DFT Ballot - This specification is currently in ballot review and subject to change. It is not ready for limited roll-out or production level use. For a full list of available versions, see the Directory of published versions
Table 3 – Interoperability Recommendations for Use Case 3: Create and Submit Data
| USE CASE ACTOR | SERVICE SUPPORTED | TECHNICAL ACTOR | Implementation Expectation | PROFILE/STANDARD |
|---|---|---|---|---|
| Producer | Authenticate User | Client (e.g. EMR) | Optional | Internet User Authorization (IUA) |
| Producer | Retrieve Patient Identifier | Client (e.g. EMR) | Optional | Use Existing Standard Employed by the Clinical System |
| Producer | Retrieve Patient Identifier | Patient Demographic Consumer | Optional | PDQm |
| Central Infrastructure | Return Patient Identifier | Patient Identity Registry | Optional | PMIR |
| Producer | Retrieve Clinical Data (Patient Identifier) | Client (e.g. EMR) | Expected | Use Existing Standard Employed by the Clinical System |
| Producer | Assemble and Review FHIR Data | Client (e.g. EMR) | Optional | Use Existing Standard Employed by the Clinical System |
| Producer | Omit or Mask Data based on Jurisdictional Policy | Client (e.g. EMR) | Optional | Jurisdictional Requirement |
| Producer | Submit Data to Clinical Data Repository | Client (e.g. EMR) | Expected | Use Existing Standard Employed by the Clinical System |
| Producer | Submit Data to Clinical Data Repository | Data Source | Expected | CA:FeX 1C: Submit Resource |
| Recipient | Save Data to Clinical Data Repository | Data Recipient | Expected | CA:FeX 1C: Submit Resource |
Note: These tables are not exhaustive and do not include all components required for a robust production deployment.

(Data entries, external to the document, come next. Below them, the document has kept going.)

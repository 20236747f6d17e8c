import { describe, expect, it } from 'vitest';

import { boxAround, boxesMeet, Room, shortened, spreadApart, textWidth } from '../../../src/ui/plots/boxes';

describe('room for labels', () => {
  it('is given once', () => {
    const room = new Room({ left: 0, top: 0, right: 100, bottom: 100 });
    const first = boxAround(20, 20, 10, 5);
    expect(room.place([first])).toBe(first);
    const second = boxAround(40, 20, 9, 5);
    expect(room.place([boxAround(25, 20, 10, 5), second])).toBe(second);
    expect(room.place([first])).toBeUndefined();
  });

  it('ends at the edge, and is taken by strokes', () => {
    const room = new Room({ left: 0, top: 0, right: 100, bottom: 100 });
    expect(room.isFree(boxAround(95, 50, 10, 5))).toBe(false);
    room.takeStroke(0, 0, 100, 100);
    expect(room.isFree(boxAround(50, 50, 10, 5))).toBe(false);
    expect(room.isFree(boxAround(80, 20, 10, 5))).toBe(true);
  });

  it('counts boxes that only touch as apart', () => {
    expect(boxesMeet(boxAround(0, 0, 5, 5), boxAround(10, 0, 5, 5))).toBe(false);
    expect(boxesMeet(boxAround(0, 0, 5, 5), boxAround(9, 0, 5, 5))).toBe(true);
  });
});

describe('things spread apart', () => {
  it('stay where they are while they do not meet', () => {
    expect(spreadApart([10, 50, 30], 10, 0, 100)).toEqual([10, 50, 30]);
  });

  it('keep their order and a distance, within the ends', () => {
    expect(spreadApart([98, 99, 97], 10, 0, 100)).toEqual([90, 100, 80]);
    expect(spreadApart([5, 5], 10, 0, 100)).toEqual([5, 15]);
  });
});

describe('texts', () => {
  it('are wider with more and with wider letters', () => {
    expect(textWidth('mmm', 12)).toBeGreaterThan(textWidth('iii', 12));
    expect(textWidth('abcd', 12)).toBeGreaterThan(textWidth('abc', 12));
  });

  it('are shortened by whole letters', () => {
    expect(shortened('préampli', 8)).toBe('préampli');
    expect(shortened('préampli long', 9)).toBe('préampli…');
  });
});
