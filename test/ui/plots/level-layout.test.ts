import { describe, expect, it } from 'vitest';

import { boxesMeet, isWithin, textWidth, type Box } from '../../../src/ui/plots/boxes';
import { LABEL_PX, layoutLevels, type LevelLayout } from '../../../src/ui/plots/level-layout';
import { chainOf, diagramOf } from './support';

/** Labels that stand level, as boxes. */
function levelLabels(layout: LevelLayout): (Box & { what: string })[] {
  const centred = (x: number, y: number, text: string, sizePx: number) => ({
    ...{ what: text, left: x - textWidth(text, sizePx) / 2, right: x + textWidth(text, sizePx) / 2 },
    ...{ top: y - sizePx * 0.8, bottom: y + sizePx * 0.2 },
  });
  return [
    ...layout.ticks.map(({ y, text }) => ({
      ...{ what: `tick ${text}`, left: layout.plot.left - 6 - textWidth(text, LABEL_PX), right: layout.plot.left - 6 },
      ...{ top: y - 6, bottom: y + 6 },
    })),
    ...layout.endLabels.map(({ text, x, y }) => ({
      ...{ what: text, left: x, right: x + textWidth(text, LABEL_PX), top: y - 10, bottom: y + 3 },
    })),
    ...layout.points.flatMap(({ name, step }) => [
      ...(name.isAslant ? [] : [centred(name.x, name.y, name.text, LABEL_PX + 1)]),
      ...(step === undefined ? [] : [centred(step.x, step.y, step.text, LABEL_PX)]),
    ]),
    ...layout.brackets.map(({ box, text }) => ({ ...box, what: text.words })),
    ...layout.values.map(({ box, lines }) => ({ ...box, what: lines.map(({ text }) => text).join(' ') })),
  ];
}

const sizes = [1, 5, 12, 40].flatMap((stages) =>
  [380, 1200].flatMap((widthPx) => [false, true].map((showLinear) => ({ stages, widthPx, showLinear }))),
);

describe('the layout of a level diagram', () => {
  it.each(sizes)('cuts nothing off and lets no labels meet: %o', ({ stages, widthPx, showLinear }) => {
    const layout = layoutLevels(diagramOf(chainOf(stages)), { widthPx, showLinear });
    const labels = levelLabels(layout);
    const page: Box = { left: 0, top: 0, right: layout.width, bottom: layout.height };
    for (const label of labels) expect.soft(isWithin(label, page), `${label.what} is cut off`).toBe(true);
    labels.forEach((label, index) => {
      for (const other of labels.slice(index + 1))
        expect.soft(boxesMeet(label, other), `${label.what} meets ${other.what}`).toBe(false);
    });
  });

  it.each(sizes)(
    'keeps names that stand aslant apart and within the drawing: %o',
    ({ stages, widthPx, showLinear }) => {
      const layout = layoutLevels(diagramOf(chainOf(stages)), { widthPx, showLinear });
      const aslant = layout.points.filter(({ name }) => name.isAslant);
      expect(aslant.length === 0 || aslant.length === layout.points.length).toBe(true);
      aslant.forEach(({ name }, index) => {
        const reach = textWidth(name.text, LABEL_PX + 1) * Math.SQRT1_2;
        expect(name.x + reach).toBeLessThanOrEqual(layout.width);
        expect(name.y + reach).toBeLessThanOrEqual(layout.height);
        const next = aslant[index + 1];
        // The distance between two baselines.
        if (next !== undefined) expect((next.name.x - name.x) * Math.SQRT1_2).toBeGreaterThanOrEqual(LABEL_PX + 1);
      });
    },
  );

  it('is as wide as its place while the points fit, and wider where they do not', () => {
    const width = (stages: number, widthPx: number): number =>
      layoutLevels(diagramOf(chainOf(stages)), { widthPx, showLinear: false }).width;
    expect(width(5, 380)).toBeLessThanOrEqual(380);
    expect(width(12, 1200)).toBeLessThanOrEqual(1200);
    expect(width(12, 1200)).toBeGreaterThan(1150);
    expect(width(40, 1200)).toBeLessThanOrEqual(1200);
    expect(width(40, 380)).toBeGreaterThan(380);
    // Two points are not drawn to the ends of a wide page.
    expect(width(1, 1200)).toBeLessThan(500);
  });

  it.each(sizes)('gives the S/N at the first and the last point: %o', ({ stages, widthPx, showLinear }) => {
    const { brackets, points } = layoutLevels(diagramOf(chainOf(stages)), { widthPx, showLinear });
    const xs = brackets.map(({ x }) => x);
    expect(xs).toContain(points[0]?.x);
    expect(xs).toContain(points.at(-1)?.x);
  });

  it('gives every S/N and every step where there is room', () => {
    const layout = layoutLevels(diagramOf(chainOf(5)), { widthPx: 1200, showLinear: false });
    expect(layout.brackets).toHaveLength(6);
    expect(layout.points.map(({ step }) => step?.text)).toEqual([
      undefined,
      ...['−1.50 dB', '+18.00 dB', '−7.00 dB', '+9.00 dB', '−3.20 dB'],
    ]);
  });

  it('stands a level where the axis says', () => {
    const { series, ticks, plot } = layoutLevels(diagramOf(chainOf(2)), { widthPx: 800, showLinear: false });
    const wanted = series.find(({ name }) => name === 'wanted')?.marks[0];
    const [first, last] = [ticks[0], ticks.at(-1)];
    const level = (text?: string): number => Number(text?.replace('−', '-'));
    const share = (-85 - level(first?.text)) / (level(last?.text) - level(first?.text));
    expect(wanted?.y).toBeCloseTo(plot.bottom - share * (plot.bottom - plot.top), 6);
  });

  it('draws limits as caps and levels as lines, broken where one is not known', () => {
    const diagram = diagramOf(chainOf(5));
    const cut = {
      ...diagram,
      points: diagram.points.map((point, index) => {
        const { noise, ...rest } = point;
        return index === 2 || noise === undefined ? rest : point;
      }),
    };
    const { series } = layoutLevels(cut, { widthPx: 900, showLinear: false });
    const of = (name: string) => series.find((one) => one.name === name);
    expect(of('wanted')?.runs.map(({ length }) => length)).toEqual([6]);
    expect(of('noise')?.runs.map(({ length }) => length)).toEqual([2, 3]);
    expect(of('compression')?.runs).toEqual([]);
    expect(of('compression')?.marks).toHaveLength(2);
    expect(of('intercept')?.isLimit).toBe(true);
  });

  it('puts the name of a bypassed stage in brackets and says what they mean', () => {
    const chain = chainOf(3);
    const layout = layoutLevels(
      diagramOf({ ...chain, stages: chain.stages.map((stage, i) => (i === 1 ? { ...stage, off: true } : stage)) }),
      { widthPx: 800, showLinear: false },
    );
    expect(layout.points.map(({ name }) => name.text)).toEqual(['input', 'bpf', '(lna)', 'mixer']);
    expect(layout.remark?.text).toBe('In brackets: bypassed.');
    expect(layout.points[2]?.description).toContain('(bypassed)');
  });

  it('says in words all that is known of a point', () => {
    const { points } = layoutLevels(diagramOf(chainOf(2)), { widthPx: 800, showLinear: false });
    expect(points[2]?.description).toBe(
      'lna, Low-noise amplifier: wanted −68.50 dBm, noise −101.76 dBm, interferer −28.50 dBm, third-order intercept 28.00 dBm, S/N 33.26 dB, step +18.00 dB',
    );
  });

  it('shortens a name that is too long for any drawing', () => {
    const chain = chainOf(2);
    const layout = layoutLevels(
      diagramOf({
        ...chain,
        stages: chain.stages.map((stage) => ({ ...stage, symbol: '', label: 'A very long name of a stage indeed' })),
      }),
      { widthPx: 380, showLinear: false },
    );
    expect(layout.points[1]?.name.text).toBe('A very long name of…');
    expect(layout.points[1]?.description).toMatch(/^A very long name of a stage indeed: /);
  });
});
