/** Chains of any length as diagrams, for the tests of plots. */
import { Evaluation } from '../../../src/engine';
import { levelDiagramOfChain, type LevelDiagram } from '../../../src/review';
import type { ChainSection, Stage } from '../../../src/worksheet';

const KINDS = [
  { symbol: 'bpf', label: 'Band filter', gain: '-1.5 dB' },
  { symbol: 'lna', label: 'Low-noise amplifier', gain: '18 dB', noiseFigure: '1.2 dB', outputIntercept: '28 dBm' },
  { symbol: 'mixer', label: 'Mixer', gain: '-7 dB', outputIntercept: '15 dBm', inputCompression: '3 dBm' },
  { symbol: 'if_amp', label: 'Amplifier', gain: '9 dB', noiseFigure: '4 dB', outputCompression: '12 dBm' },
  { symbol: 'image_filter', label: 'Filter', gain: '-3.2 dB', selectivity: '40 dB' },
] as const;

export function chainOf(count: number, more: Partial<ChainSection> = {}): ChainSection {
  const stages = Array.from({ length: count }, (_, i): Stage => {
    const kind = KINDS[i % KINDS.length] ?? KINDS[0];
    return { ...kind, id: `s${String(i)}`, symbol: `${kind.symbol}${i < KINDS.length ? '' : String(i)}` };
  });
  return {
    ...{ id: 'rx', kind: 'chain', symbol: 'rx', title: 'Receiver', signal: '-85 dBm', bandwidth: '200 kHz' },
    ...{ interferer: '-45 dBm', stages, ...more },
  };
}

export function diagramOf(chain: ChainSection): LevelDiagram {
  const evaluation = new Evaluation({
    ...{ id: 'w', title: 'w', cases: [{ id: 'only', name: 'Only' }], sections: [chain] },
  });
  const diagram = levelDiagramOfChain(evaluation, chain.id, 'only');
  if (diagram === undefined) throw new Error('the chain has no diagram');
  return diagram;
}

Aspects such as security, privacy, consent enforcement, and patient identity resolution are implementation-dependent and governed by jurisdictional or organizational policy.
Legend
- Expected – Represents interactions that are typically expected in baseline implementations of CA:FeX.
- Optional – Represents interactions that may apply based on local context, system configuration, or jurisdictional policy.